Calculating a target price for Amazon based on past performance is a difficult task given the immense future growth that is expected. Using an average P/E ratio for their competitors results in a target price of $26.70, which clearly doesn't reflect their future profitability. The discounted cash flow based on the sustainable growth model results in a more viable target price of $198.83. The huge disparity between these figures shows the difficulty associated with a rapidly growing young company which has doubled EPS during the past 2 years. We used SGR as the growth rate. We believe that the most important contributor to determining Amazon's value in the future is their ability to grow profit margins. Revenue growth will begin to decline and they will become dependent on generating economies of scale by optimizing distribution and inventory control. Based on CAPM the cost of equity for Amazon is 18.4%; with an historical Beta of 1.7 and a market return of 11%. However Amazon's ROE and CAGR of EPS are greater than 20%. Therefore, in the discounted dividend growth model we would have a negative discount factor. The problem is determining an appropriate longterm terminal growth rate given the lack of historical comparisons with a similar business model. Recommendation Amazon's current valuation reflects an expectation of dramatic EPS growth and the potential for a large dividend, given the abundant free cash flow generation. However, we are concerned that Amazon has not exhibited regular increases in margins. Expansion of operating margins will be very important in sustaining 20%+ earnings growth as revenue growth tapers off. Our forecast for 2010 is revenue of $27.7 Billion. The trailing net margin trend suggests that net margin will be 4%, which results in income attributable to shareholders of $1.1 Billion or $2.46 per share.

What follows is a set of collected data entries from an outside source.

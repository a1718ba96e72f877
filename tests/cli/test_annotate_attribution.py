"""`annotate --attribute --verify`: attribution and verification written into the invented
edition examples/ferry-letters.xml as TEI standoff, checked without our own code:
- the edition's bytes are kept: difflib finds only insertions, of elements write-back may
  add, where TEI allows them (tests/pylib/standoff_check.py);
- the result validates against TEI P5 4.12.0 tei_all.rng (jing);
- which letters are questioned and who the candidates are is read with lxml from
  correspDesc/correspAction[@type='sent']/persName (tests/pylib/attribution_reference.py:
  a sender with @ref, not conjectured, is known), and each questioned letter has one
  annotation with motivation "assessing" and each verification "classifying" when its
  calibrated band decides and "assessing" when undecided or the band is not calibrated
  (tei-conventions.md section 6, after W3C Web Annotation motivations);
- the candidate distances in the fs are recomputed with numpy from `profile --values
  counts` (tests/pylib/attribution_reference.py: z-scores over the run, limited to +-2,
  cosine distance, weighted centroid);
- every attribution and verification annotation carries the caution, in TEI and in the
  W3C Web Annotation export (a body with purpose "commenting"); `show` reads back the
  candidates and distances lxml reads in the file;
- with --impostors and --standoff-file, the impostor edition is read but never written
  (SHA-256 by hashlib) and nothing of it is written as a profile.
"""
import hashlib
import json
import os
import shutil
import sys

sys.path.insert(0, os.path.join(os.path.dirname(os.path.abspath(__file__)), "..", "pylib"))
import mtest  # noqa: E402
from attribution_reference import cosine, letter_senders, to_candidate, z_scores  # noqa: E402
import numpy as np  # noqa: E402
from lxml import etree  # noqa: E402
from standoff_check import NS, PARSER, check_insertions, id_targets, jing_errors  # noqa: E402

TEI = "{http://www.tei-c.org/ns/1.0}"
XML_ID = "{http://www.w3.org/XML/1998/namespace}id"
LETTERS = os.path.join(mtest.ROOT, "examples", "ferry-letters.xml")
CAUTION = "Statistical evidence, not proof"
BASE = ["--unit", "letter", "--min-tokens", "200"]
SETTINGS = ["--resamples", "20", "--iterations", "40"]
tmp = mtest.scratch_folder()


def fs_value(fs, name):
    f = fs.find("tei:f[@name='%s']" % name, NS)
    if f is None:
        return None
    v = f[0]
    return float(v.get("value")) if v.tag == TEI + "numeric" else v.get("value") if v.tag == TEI + "symbol" else v.text


# --- in place ------------------------------------------------------------------------------
edition = os.path.join(tmp, "ferry-letters.xml")
shutil.copy(LETTERS, edition)
before = open(edition, "rb").read()
proc = mtest.run(["annotate"] + BASE + SETTINGS + ["--attribute", "--verify", "--in-place", edition])
mtest.check(CAUTION in proc.stderr, "annotate --attribute does not print the caution: " + proc.stderr)
# Each line says what it is, as the other commands' do: a note, the caution, what was written
# (notes once began "manicule: ranks 1-1000 reach past ...", like an error).
kinds = ("manicule: note: ", "manicule: caution: ", "manicule: wrote ")
mtest.check(proc.stderr.strip() and all(line.startswith(kinds) for line in proc.stderr.splitlines()),
            "annotate's stderr lines: %r" % proc.stderr.splitlines())
after = open(edition, "rb").read()
_, problems = check_insertions(before, after)
mtest.check(not problems, "edition bytes not kept or insertions misplaced: %s" % problems[:3])
errors = jing_errors(mtest.SCHEMA, [edition])
mtest.check(not any(errors.values()), "tei_all (jing) rejects the annotated edition: %s" % errors)

tree = etree.fromstring(after, PARSER)
ids = id_targets(tree)
# The application's description says which text the results point into: this document, by
# the SHA-256 of its bytes before the run (hashlib), not a path to where it was read from.
desc = "".join(tree.find(".//tei:appInfo/tei:application/tei:desc", NS).itertext())
mtest.check("Results point into: this document (SHA-256 %s" % hashlib.sha256(before).hexdigest() in desc,
            "the application's desc: %r" % desc[-300:])
who = {k.split("#")[1]: v for k, v in letter_senders(LETTERS, "ferry-letters").items()}
questioned = sorted(k for k, v in who.items() if not v)
candidates = sorted(set(v for v in who.values() if v))
mtest.check(questioned == ["L07", "L10", "L12"], "lxml finds questioned letters %s" % questioned)

# numpy: the run's counts and sizes, the same feature ranks as annotate --attribute (1-2000).
rows = mtest.read_tsv(mtest.run(["profile", "--values", "counts", "--ranks", "1-2000"] + BASE + [LETTERS]).stdout)
seg_ids = [r["segment"] for r in rows]
features = [k for k in rows[0] if k != "segment"]
counts = np.array([[float(r[f]) for f in features] for r in rows])
words = {s["segment"]: s["tokens"] for s in
         json.loads(mtest.run(["segments", "--format", "json", "--unit", "letter", LETTERS]).stdout)["segments"]}
Z = z_scores(counts, words, seg_ids, 2.0)

annotations = tree.findall(".//tei:standOff[@type='stylometry']//tei:annotation", NS)
attribution_targets = []
uncalibrated_decisions = 0
for ann in annotations:
    result = ann.find("tei:ptr[@type='result']", NS)
    if result is None:
        continue
    fs = ids[result.get("target").lstrip("#")]
    notes = [n for n in ann.findall("tei:note", NS) if n.get("type") == "caution"]
    mtest.check(len(notes) == 1 and notes[0].text.startswith(CAUTION), "%s lacks its caution note" % ann.get(XML_ID))
    mtest.check(fs_value(fs, "caution").startswith(CAUTION), "%s lacks the caution" % fs.get(XML_ID))
    letter = ann.get("target").lstrip("#")
    mtest.check(letter in questioned, "result for %s, which the edition does not question" % letter)
    if fs.get("type") == "attributionResult":
        mtest.check(ann.get("motivation") == "assessing", "attribution motivation %s" % ann.get("motivation"))
        attribution_targets.append(letter)
        q = Z[seg_ids.index("ferry-letters#" + letter)]
        expected = {c: to_candidate(q, Z[[seg_ids.index("ferry-letters#" + k) for k, v in who.items() if v == c]],
                                    "weighted", cosine)
                    for c in candidates}
        order = sorted(candidates, key=lambda c: expected[c])
        got = [(e.find("tei:f[@name='candidate']/tei:string", NS).text, fs_value(e, "distance"))
               for e in fs.findall("tei:f[@name='candidates']/tei:vColl/tei:fs", NS)]
        mtest.check([c for c, _ in got] == order, "%s: ranking %s, numpy %s" % (letter, got, order))
        for c, d in got:
            mtest.check(mtest.close(d, expected[c], rel=1e-9), "%s %s: distance %r, numpy %r" % (letter, c, d, expected[c]))
        mtest.check(mtest.close(fs_value(fs, "margin"), expected[order[1]] - expected[order[0]], rel=1e-9),
                    "%s: margin differs from numpy" % letter)
        pointer = ann.find("tei:ptr[@type='candidate']", NS)
        mtest.check(pointer is not None and pointer.get("target") == order[0] and order[0].lstrip("#") in ids,
                    "%s: the candidate pointer does not name the first candidate's person" % letter)
    else:
        mtest.check(fs.get("type") == "verificationResult", "unexpected result fs %s" % fs.get("type"))
        decision = fs_value(fs, "decision")
        # A score read against an uncalibrated band is not a calibrated one: none is written.
        calibrated = fs.find("tei:f[@name='bandCalibrated']/tei:binary", NS).get("value") == "true"
        mtest.check(calibrated or fs_value(fs, "calibratedScore") is None,
                    "%s: a calibratedScore without a calibrated band" % fs.get(XML_ID))
        score = fs_value(fs, "score")
        mtest.check(0 <= score <= 1, "verification score %r outside [0, 1]" % score)
        # docs/write-back.md: classifying when the calibrated band decides, else assessing.
        expected = "classifying" if decision != "undecided" and calibrated else "assessing"
        uncalibrated_decisions += decision != "undecided" and not calibrated
        mtest.check(ann.get("motivation") == expected, "verification %s: motivation %s for decision %s"
                    % (ann.get(XML_ID), ann.get("motivation"), decision))
mtest.check(sorted(attribution_targets) == questioned, "attributions written for %s" % attribution_targets)
mtest.check(uncalibrated_decisions > 0, "no decision of an uncalibrated band was written: the rule went untried")

# `show --format json` reads back what lxml reads in the file, with the caution.
shown = json.loads(mtest.run(["show", "--format", "json", edition]).stdout)
mtest.check(shown.get("caution", "").startswith(CAUTION), "show --format json lacks the caution")
by_lxml = {}
for fs in tree.iterfind(".//tei:fs[@type='attributionResult']", NS):
    by_lxml[fs_value(fs, "segment")] = [(e.find("tei:f[@name='candidate']/tei:string", NS).text, fs_value(e, "distance"))
                                        for e in fs.findall("tei:f[@name='candidates']/tei:vColl/tei:fs", NS)]
by_show = {a["segment"]: [(c["candidate"], c["distance"]) for c in a["candidates"]] for a in shown["attributions"]}
mtest.check(by_show == by_lxml, "show lists %s, lxml reads %s" % (by_show, by_lxml))
mtest.check(len(shown.get("verifications", [])) == len(questioned) * len(candidates), "show lists the verifications")
# Each verification's seed, a 64-bit unsigned number, comes back to the digit: with it the
# run can be repeated. lxml reads the digits; Python's int holds them exactly.
seeds_lxml = sorted(int(fs.find("tei:f[@name='problemSeed']/tei:numeric", NS).get("value"))
                    for fs in tree.iterfind(".//tei:fs[@type='verificationResult']", NS))
mtest.check(any(s >= 2 ** 63 for s in seeds_lxml), "a seed above 2^63 to check against: %s" % seeds_lxml)
seeds_show = sorted(v["problemSeed"] for v in shown["verifications"])
mtest.check(seeds_show == seeds_lxml, "show's seeds %s, lxml reads %s" % (seeds_show, seeds_lxml))
# `show` as TSV keeps each result's warnings beside it, and a verification's band status:
# every warning string lxml reads in a result fs is a "warning" row of that result.
rows = [line.split("\t") for line in mtest.run(["show", edition]).stdout.splitlines() if not line.startswith("#")]
for fs in tree.iterfind(".//tei:fs", NS):
    kind = {"attributionResult": "attribution", "verificationResult": "verification"}.get(fs.get("type"))
    if not kind:
        continue
    segment = fs_value(fs, "segment")
    other = fs_value(fs, "candidate") if kind == "verification" else ""
    wanted = sorted(s.text for s in fs.findall("tei:f[@name='warnings']//tei:string", NS))
    shown_rows = sorted(r[4] for r in rows if r[:4] == [kind, segment, other, "warning"])
    mtest.check(wanted and shown_rows == wanted, "show's warnings of %s %s %s: %r, lxml %r"
                % (kind, segment, other, shown_rows, wanted))
    if kind == "verification":
        band = fs.find("tei:f[@name='bandCalibrated']/tei:binary", NS).get("value")
        mtest.check([kind, segment, other, "bandCalibrated", band] in rows, "show lacks bandCalibrated %s" % band)
verified = [a for a in annotations if "verif" in (a.get(XML_ID) or "")]
mtest.check(len(verified) == len(questioned) * len(candidates),
            "%d verification annotations, expected one per questioned letter and candidate" % len(verified))

# W3C Web Annotation export: the caution travels with every attribution annotation.
doc = json.loads(mtest.run(["export", edition]).stdout)
items = doc["first"]["items"] if "first" in doc else doc["items"]
results = [a for a in items if "-attr-" in a["id"] or "-verif-" in a["id"]]
mtest.check(len(results) == len(questioned) * (1 + len(candidates)), "%d results exported" % len(results))
for a in results:
    mtest.check(any(b.get("purpose") == "commenting" and b.get("value", "").startswith(CAUTION) for b in a["body"]),
                "exported %s lacks the caution body" % a["id"])
seeds_export = sorted(json.loads(b["value"])["problemSeed"] for a in results if "-verif-" in a["id"]
                      for b in a["body"] if b.get("format") == "application/json")
mtest.check(seeds_export == seeds_lxml, "exported seeds %s, lxml reads %s" % (seeds_export, seeds_lxml))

This is a forward P/E ratio of 58, and seems very high for a company likely to only grow EPS by 20% YOY. We therefore rate this stock a SELL. A better value would be a PEG ratio of 2, which would result in a target price of $98.40, 33% lower than the current $145 price.

Amazon's net margins are comparable with Wal-mart, yet the internet is supposed to lead to huge costs advantages. In order to justify their current valuation Amazon would need to double margins at the very least, we believe this is highly unlikely.